* [TASK TO COMPLETE]: Beginning with the first line of the data below, reproduce every line unchanged, ending with the line that holds "isFinal, TASK_KINDS, type".

* [ENTRIES SUPPLIED]:
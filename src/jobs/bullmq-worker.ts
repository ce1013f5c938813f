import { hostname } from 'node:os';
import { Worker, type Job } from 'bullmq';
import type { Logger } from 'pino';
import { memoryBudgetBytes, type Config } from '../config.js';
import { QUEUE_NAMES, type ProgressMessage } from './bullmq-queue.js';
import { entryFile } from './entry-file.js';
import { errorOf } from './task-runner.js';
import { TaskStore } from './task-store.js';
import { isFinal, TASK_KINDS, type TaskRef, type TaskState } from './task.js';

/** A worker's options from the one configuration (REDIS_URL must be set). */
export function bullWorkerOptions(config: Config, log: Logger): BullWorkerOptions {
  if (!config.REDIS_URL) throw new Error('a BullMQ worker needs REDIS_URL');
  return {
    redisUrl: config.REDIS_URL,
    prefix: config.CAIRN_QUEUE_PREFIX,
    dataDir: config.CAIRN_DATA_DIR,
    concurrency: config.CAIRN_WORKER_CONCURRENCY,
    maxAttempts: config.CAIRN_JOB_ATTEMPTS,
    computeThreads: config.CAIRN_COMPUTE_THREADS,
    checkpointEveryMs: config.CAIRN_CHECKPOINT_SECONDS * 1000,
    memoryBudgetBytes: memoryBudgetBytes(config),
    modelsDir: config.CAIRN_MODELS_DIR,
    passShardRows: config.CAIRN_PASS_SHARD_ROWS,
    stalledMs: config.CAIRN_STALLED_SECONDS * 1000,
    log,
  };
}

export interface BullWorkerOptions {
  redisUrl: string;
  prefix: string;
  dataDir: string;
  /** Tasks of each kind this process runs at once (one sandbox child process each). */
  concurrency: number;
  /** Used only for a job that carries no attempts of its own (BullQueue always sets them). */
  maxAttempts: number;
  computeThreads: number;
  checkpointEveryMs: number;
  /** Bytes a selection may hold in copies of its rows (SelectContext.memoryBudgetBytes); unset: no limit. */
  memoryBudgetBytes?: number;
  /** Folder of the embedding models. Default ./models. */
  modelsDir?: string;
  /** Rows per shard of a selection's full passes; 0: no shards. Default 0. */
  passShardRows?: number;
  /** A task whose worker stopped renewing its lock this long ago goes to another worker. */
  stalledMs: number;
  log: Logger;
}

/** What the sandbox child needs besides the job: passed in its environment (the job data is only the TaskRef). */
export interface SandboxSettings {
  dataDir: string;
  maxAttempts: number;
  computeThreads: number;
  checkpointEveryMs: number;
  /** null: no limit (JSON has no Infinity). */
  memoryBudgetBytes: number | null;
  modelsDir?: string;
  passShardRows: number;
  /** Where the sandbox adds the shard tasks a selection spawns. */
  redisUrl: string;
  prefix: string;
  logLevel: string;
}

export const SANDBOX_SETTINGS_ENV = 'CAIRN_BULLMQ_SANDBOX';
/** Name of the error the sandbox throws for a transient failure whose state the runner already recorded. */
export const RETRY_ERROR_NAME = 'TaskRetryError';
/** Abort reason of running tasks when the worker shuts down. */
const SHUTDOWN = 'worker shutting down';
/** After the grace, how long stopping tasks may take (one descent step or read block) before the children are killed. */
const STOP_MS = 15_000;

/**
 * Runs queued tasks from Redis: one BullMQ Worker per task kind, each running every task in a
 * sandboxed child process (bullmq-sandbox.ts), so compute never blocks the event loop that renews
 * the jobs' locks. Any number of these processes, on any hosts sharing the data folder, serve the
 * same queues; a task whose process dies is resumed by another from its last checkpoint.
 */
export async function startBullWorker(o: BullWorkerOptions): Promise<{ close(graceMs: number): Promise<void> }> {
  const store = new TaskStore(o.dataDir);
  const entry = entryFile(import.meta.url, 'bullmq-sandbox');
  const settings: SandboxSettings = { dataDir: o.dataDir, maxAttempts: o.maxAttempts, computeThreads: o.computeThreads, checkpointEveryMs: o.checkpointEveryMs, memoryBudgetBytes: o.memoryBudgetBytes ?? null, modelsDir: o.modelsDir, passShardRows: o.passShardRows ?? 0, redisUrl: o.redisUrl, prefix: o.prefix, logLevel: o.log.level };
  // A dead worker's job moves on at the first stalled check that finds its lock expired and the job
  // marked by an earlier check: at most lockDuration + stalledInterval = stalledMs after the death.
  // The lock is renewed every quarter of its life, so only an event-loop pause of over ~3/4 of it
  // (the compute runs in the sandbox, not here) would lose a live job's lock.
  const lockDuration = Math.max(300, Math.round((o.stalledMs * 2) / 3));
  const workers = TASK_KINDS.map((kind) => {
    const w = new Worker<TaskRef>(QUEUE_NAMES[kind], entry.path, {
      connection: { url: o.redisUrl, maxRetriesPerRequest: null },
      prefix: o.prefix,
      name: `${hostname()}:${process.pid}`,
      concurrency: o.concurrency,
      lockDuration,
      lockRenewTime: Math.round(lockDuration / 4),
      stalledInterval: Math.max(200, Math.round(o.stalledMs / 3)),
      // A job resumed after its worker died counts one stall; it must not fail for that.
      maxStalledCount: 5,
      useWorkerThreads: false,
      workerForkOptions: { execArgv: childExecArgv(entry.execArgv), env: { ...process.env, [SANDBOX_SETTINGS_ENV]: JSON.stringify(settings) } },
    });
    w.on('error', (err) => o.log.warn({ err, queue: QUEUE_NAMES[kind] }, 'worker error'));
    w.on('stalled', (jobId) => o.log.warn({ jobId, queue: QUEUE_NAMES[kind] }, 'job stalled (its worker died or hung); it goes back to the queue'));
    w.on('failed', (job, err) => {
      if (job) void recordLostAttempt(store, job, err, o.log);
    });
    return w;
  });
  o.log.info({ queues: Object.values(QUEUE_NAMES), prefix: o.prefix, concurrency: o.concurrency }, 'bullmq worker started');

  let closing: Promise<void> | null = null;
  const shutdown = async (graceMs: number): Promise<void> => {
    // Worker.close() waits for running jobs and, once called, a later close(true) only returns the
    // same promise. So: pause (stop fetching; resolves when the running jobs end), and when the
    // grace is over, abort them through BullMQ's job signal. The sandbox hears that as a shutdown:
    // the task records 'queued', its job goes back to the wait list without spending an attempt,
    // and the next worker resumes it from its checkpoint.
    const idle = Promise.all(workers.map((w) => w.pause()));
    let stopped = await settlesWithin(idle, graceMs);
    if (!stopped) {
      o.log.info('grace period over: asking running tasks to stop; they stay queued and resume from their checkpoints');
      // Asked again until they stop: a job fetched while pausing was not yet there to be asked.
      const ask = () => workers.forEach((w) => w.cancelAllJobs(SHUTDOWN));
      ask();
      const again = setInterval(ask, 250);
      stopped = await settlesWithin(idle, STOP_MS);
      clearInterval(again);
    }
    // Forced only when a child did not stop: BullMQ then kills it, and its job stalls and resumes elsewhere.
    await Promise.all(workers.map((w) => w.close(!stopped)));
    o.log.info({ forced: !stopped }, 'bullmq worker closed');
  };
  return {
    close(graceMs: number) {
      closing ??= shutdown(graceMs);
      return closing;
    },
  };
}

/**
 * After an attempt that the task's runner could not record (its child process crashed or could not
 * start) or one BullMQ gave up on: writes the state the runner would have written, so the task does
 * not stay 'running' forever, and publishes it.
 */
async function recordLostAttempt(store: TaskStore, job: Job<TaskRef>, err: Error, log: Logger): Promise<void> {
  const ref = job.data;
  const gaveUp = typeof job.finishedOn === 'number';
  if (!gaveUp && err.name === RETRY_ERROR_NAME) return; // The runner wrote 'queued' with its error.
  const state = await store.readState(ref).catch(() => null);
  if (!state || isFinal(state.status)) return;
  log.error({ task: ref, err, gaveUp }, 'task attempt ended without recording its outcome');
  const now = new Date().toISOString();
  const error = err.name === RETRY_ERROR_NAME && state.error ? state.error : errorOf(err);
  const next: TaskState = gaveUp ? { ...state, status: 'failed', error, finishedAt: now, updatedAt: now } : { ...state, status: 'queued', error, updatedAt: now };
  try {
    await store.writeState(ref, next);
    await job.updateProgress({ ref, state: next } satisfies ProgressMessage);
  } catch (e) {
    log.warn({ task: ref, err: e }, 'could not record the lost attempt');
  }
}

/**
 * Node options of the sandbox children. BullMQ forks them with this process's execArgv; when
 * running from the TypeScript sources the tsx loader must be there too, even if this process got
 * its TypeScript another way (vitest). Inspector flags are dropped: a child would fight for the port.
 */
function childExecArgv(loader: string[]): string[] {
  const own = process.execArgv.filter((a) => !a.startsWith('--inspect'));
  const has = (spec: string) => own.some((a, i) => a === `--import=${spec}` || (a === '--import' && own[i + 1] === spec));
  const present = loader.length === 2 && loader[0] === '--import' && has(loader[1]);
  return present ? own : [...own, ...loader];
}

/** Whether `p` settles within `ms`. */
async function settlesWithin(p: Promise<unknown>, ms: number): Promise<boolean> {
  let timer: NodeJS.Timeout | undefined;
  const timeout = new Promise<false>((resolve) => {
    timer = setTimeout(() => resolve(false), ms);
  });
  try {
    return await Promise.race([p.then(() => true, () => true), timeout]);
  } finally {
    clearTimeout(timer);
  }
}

* [SOLUTION TO THE EXERCISE]:
filename src/jobs/bullmq-worker.ts
repository ce1013f5c938813f
import { hostname } from 'node:os';
import { Worker, type Job } from 'bullmq';
import type { Logger } from 'pino';
import { memoryBudgetBytes, type Config } from '../config.js';
import { QUEUE_NAMES, type ProgressMessage } from './bullmq-queue.js';
import { entryFile } from './entry-file.js';
import { errorOf } from './task-runner.js';
import { TaskStore } from './task-store.js';
import { isFinal, TASK_KINDS, type TaskRef, type TaskState } from './task.js';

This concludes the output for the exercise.